Gary Rensing

Personal information
- Date of birth: October 5, 1947 (age 78)
- Place of birth: St. Louis, Missouri, U.S.
- Position: Defender

Youth career
- 1967–1969: St. Louis University

Senior career*
- Years: Team / Apps / (Gls)
- 1970–1977: St Louis Stars / 148 / (0)
- 1978: Chicago Sting / 16 / (0)

International career
- 1972: United States / 4 / (0)

Managerial career
- STLCC-Forest Park

= Gary Rensing =

American soccer player and coach

Gary Rensing is an American retired soccer defender who played nine seasons in the North American Soccer League and earned four caps with the U.S. national team.

==Player==

===Youth===
Rensing attended St. Louis University where he was a member of the men's soccer team from 1967 to 1969. In 1967, the Billikens shared the national title with the Michigan State Spartans after the game was called after 42 minutes of scoreless overtime for deteriorating weather conditions. In 1969, the team won the title with a 4–0 victory over the University of San Francisco.

===NASL===
In 1970, the St Louis Stars of the North American Soccer League (NASL) signed Rensing out of college. He went on to play eight seasons with the Stars before the team folded at the end of the 1977 season. Rensing then moved to the Chicago Sting for the 1978 season.
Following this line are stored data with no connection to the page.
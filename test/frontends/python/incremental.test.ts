import fc from 'fast-check';
import { describe, expect, it } from 'vitest';
import type { Parsed, TextEdit } from '../../../server/src/frontends/frontend.ts';
import type { Chunk } from '../../../server/src/program/nodes.ts';
import { faultsOf } from '../../../server/src/program/well-formed.ts';
import { parsePython, python } from '../../harness/python.ts';
import { showProgram } from '../../harness/show-program.ts';
import { script } from './script.ts';

const file = 'script.py';
const fragments = ['\n', ' ', '    ', '#', '"', '"""', "'", '(', ')', '[', '{', ':', '=', ',', 'é', '𝒳', '\r', '\0', '\\', '+ 1', 'x = 2\n', '# [m]\n', 'def f(a):\n    return a\n', 'if x:\n', 'else:\n', '@', '$'];
const anyEdit = fc.record({ at: fc.double({ min: 0, max: 1, noNaN: true }), length: fc.nat(40), text: fc.oneof(fc.constantFrom(...fragments), fc.constant(''), fc.string({ maxLength: 6 })) });
type AnyEdit = typeof anyEdit extends fc.Arbitrary<infer T> ? T : never;

function placed(text: string, edit: AnyEdit): TextEdit {
  const start = Math.floor(edit.at * text.length);
  return { start, end: Math.min(text.length, start + edit.length), text: edit.text };
}

function edited(text: string, edit: TextEdit): string {
  return text.slice(0, edit.start) + edit.text + text.slice(edit.end);
}

/** The number of chunks that came back as the same objects. */
function reused(before: readonly Chunk[], after: Parsed): number {
  const old = new Set(before);
  return after.program.chunks.filter((chunk) => old.has(chunk)).length;
}

describe('parsing on from a previous version', () => {
  it('gives what a fresh parse gives, and a well-formed program, for any edits', () => {
    fc.assert(fc.property(fc.array(fc.tuple(anyEdit, fc.boolean()), { minLength: 1, maxLength: 6 }), (edits) => {
      let parsed = python.parse(script, file);
      let text = script;
      for (const [any, told] of edits) {
        const edit = placed(text, any);
        text = edited(text, edit);
        parsed = python.parse(text, file, parsed, told ? [edit] : undefined);
        expect(faultsOf(parsed.program, text)).toEqual([]);
        const fresh = parsePython(text);
        if (clean(fresh.chunks) && clean(parsed.program.chunks)) expect(showProgram(parsed.program, true)).toBe(showProgram(fresh, true));
        expect(faultsOf(fresh, text)).toEqual([]);
      }
      parsed.release();
    }), { numRuns: 150 });
  });

  it('gives what a fresh parse gives once an error is mended, for any edit', () => {
    fc.assert(fc.property(anyEdit, anyEdit, (one, two) => {
      const first = placed(script, one);
      const second = placed(edited(script, first), two);
      const broken = python.parse(edited(script, first), file, python.parse(script, file), [first]);
      const worse = python.parse(edited(broken.text, second), file, broken, [second]);
      const mended = python.parse(script, file, worse);
      expect(showProgram(mended.program, true)).toBe(showProgram(parsePython(script), true));
      mended.release();
    }), { numRuns: 150 });
  });

  it('takes several edits in one go', () => {
    const edits: TextEdit[] = [{ start: 0, end: 0, text: 'é = 1\n' }, { start: 0, end: 1, text: 'ab' }, { start: script.length + 7, end: script.length + 7, text: 'z = 3\n' }];
    const text = edits.reduce(edited, script);
    const parsed = python.parse(text, file, python.parse(script, file), edits);
    expect(showProgram(parsed.program, true)).toBe(showProgram(parsePython(text), true));
  });

  it('does not trust edits that are not those', () => {
    const text = script.replace('g = 9.81', 'gravity = 9.81');
    const parsed = python.parse(text, file, python.parse(script, file), [{ start: 3, end: 99_999, text: '' }]);
    expect(showProgram(parsed.program, true)).toBe(showProgram(parsePython(text), true));
  });

  it('may start twice from one version, and after its release', () => {
    const previous = python.parse(script, file);
    const one = python.parse(`${script}z = 1\n`, file, previous);
    const two = python.parse(`${script}z = 2\n`, file, previous);
    previous.release();
    one.release();
    one.release();
    expect(showProgram(two.program, true)).toBe(showProgram(parsePython(`${script}z = 2\n`), true));
  });
});

describe('chunks', () => {
  it.each<[string, (text: string) => string, number]>([
    ['a changed line', (text) => text.replace('g = 9.81 ', 'g = 9.80 '), 1],
    ['a line in a function', (text) => text.replace('v *= 1.0', 'v *= 2.0'), 1],
    ['a changed comment', (text) => text.replace('mean flow', 'peak flow'), 1],
    ['a line at the top', (text) => text.replace('import math', 'import os\nimport math'), 1],
    ['a line at the end', (text) => `${text}z = 1\n`, 1],
    ['blank lines between statements', (text) => text.replaceAll('\n\n\n', '\n\n\n\n').replace('\nimport', '\n\nimport'), 0],
    ['a removed line', (text) => text.replace('import math\n', ''), 0],
    ['one of two equal lines removed', (text) => text.replace('print(', 'x = 1\nprint('), 1],
    ['an import above the documentation', (text) => `import os\n\n${text}`, 2],
    ['a comment block above the documentation', (text) => `# free for all\n\n${text}`, 1],
    ['the module documentation removed', (text) => text.replace(/"""S[\s\S]*?"""\n/, ''), 1],
  ])('lowers only what changed: %s', (_name, change, lowered) => {
    const previous = python.parse(script, file);
    const { chunks } = previous.program;
    const after = python.parse(change(script), file, previous);
    expect(after.program.chunks.length - reused(chunks, after)).toBe(lowered);
    expect(showProgram(after.program, true)).toBe(showProgram(parsePython(change(script)), true));
  });

  it('keep their order where the same line stands twice', () => {
    const previous = python.parse('x = 1\ny = 2\nx = 1\n', file);
    const [first, , third] = previous.program.chunks;
    const after = python.parse('x = 1\nz = 2\nx = 1\n', file, previous);
    expect(after.program.chunks[0]).toBe(first);
    expect(after.program.chunks[2]).toBe(third);
  });

  it('move with the text', () => {
    const previous = python.parse('x = 1\ny = 2', file);
    const after = python.parse('# new\n\n\nx = 1\ny = 2', file, previous);
    expect(after.program.chunks.map((chunk) => chunk.anchor.start)).toEqual([0, 8, 14]);
  });

  it('are one per statement, with the comments directly above', () => {
    const texts = parsePython('# a\n\n# b\n# c\nx = 1  # d\ny = 2; z = 3\n# e\n\nif x:\n  y = 1\n\n  z = 2\nelse:\n  y = 2\n# f').chunks.map((chunk) => chunk.text);
    expect(texts).toEqual(['# a', '# b\n# c\nx = 1  # d', 'y = 2; z = 3', '# e', 'if x:\n  y = 1\n\n  z = 2\nelse:\n  y = 2', '# f']);
  });
});

describe('any text', () => {
  it('every beginning of a script parses to a well-formed program', () => {
    let previous: Parsed | undefined;
    for (let length = 0; length <= script.length; length++) {
      const text = script.slice(0, length);
      previous = python.parse(text, file, previous);
      expect(faultsOf(previous.program, text)).toEqual([]);
    }
    previous?.release();
  });

  it('random characters never throw', () => {
    fc.assert(fc.property(fc.array(fc.oneof(fc.constantFrom(...fragments), fc.string({ unit: 'binary', maxLength: 8 })), { maxLength: 40 }), (parts) => {
      const text = parts.join('');
      expect(faultsOf(parsePython(text), text)).toEqual([]);
    }), { numRuns: 300 });
  });

  it.each(['', '\n', '\0', '\uFEFFx = 1', '\uFEFF', '\ud800', 'x = "\udfff"', '\r\r\r', '\t', 'x = 1\ry = 2'])('%j', (text) => expect(faultsOf(parsePython(text), text)).toEqual([]));

  it('a lone return ends a line', () => expect(parsePython('x = 1\ry = 2  # [m]\rz = 3').chunks.map((chunk) => chunk.text)).toEqual(['x = 1', 'y = 2  # [m]', 'z = 3']));
});

function clean(chunks: readonly Chunk[]): boolean {
  return chunks.every((chunk) => chunk.problems.length === 0);
}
Rensing retired at the end of the 1978 season.

===National team===
Rensing earned four caps, all of them World Cup qualifiers, in 1972. The U.S. went 0-3-1 and failed to qualify for the cup finals. While Rensing played all four games, he never played an entire game. He came off for Larry Hausmann in the August 20, 1972 loss to Canada, his first with the national team and he came on for Walner Mata in the September 10, 1972 loss to Mexico, his last game with the national team.

==Coach==
Rensing has also coached with Forest Park Community College.

Rensing was inducted into the St. Louis Soccer Hall of Fame in 2001.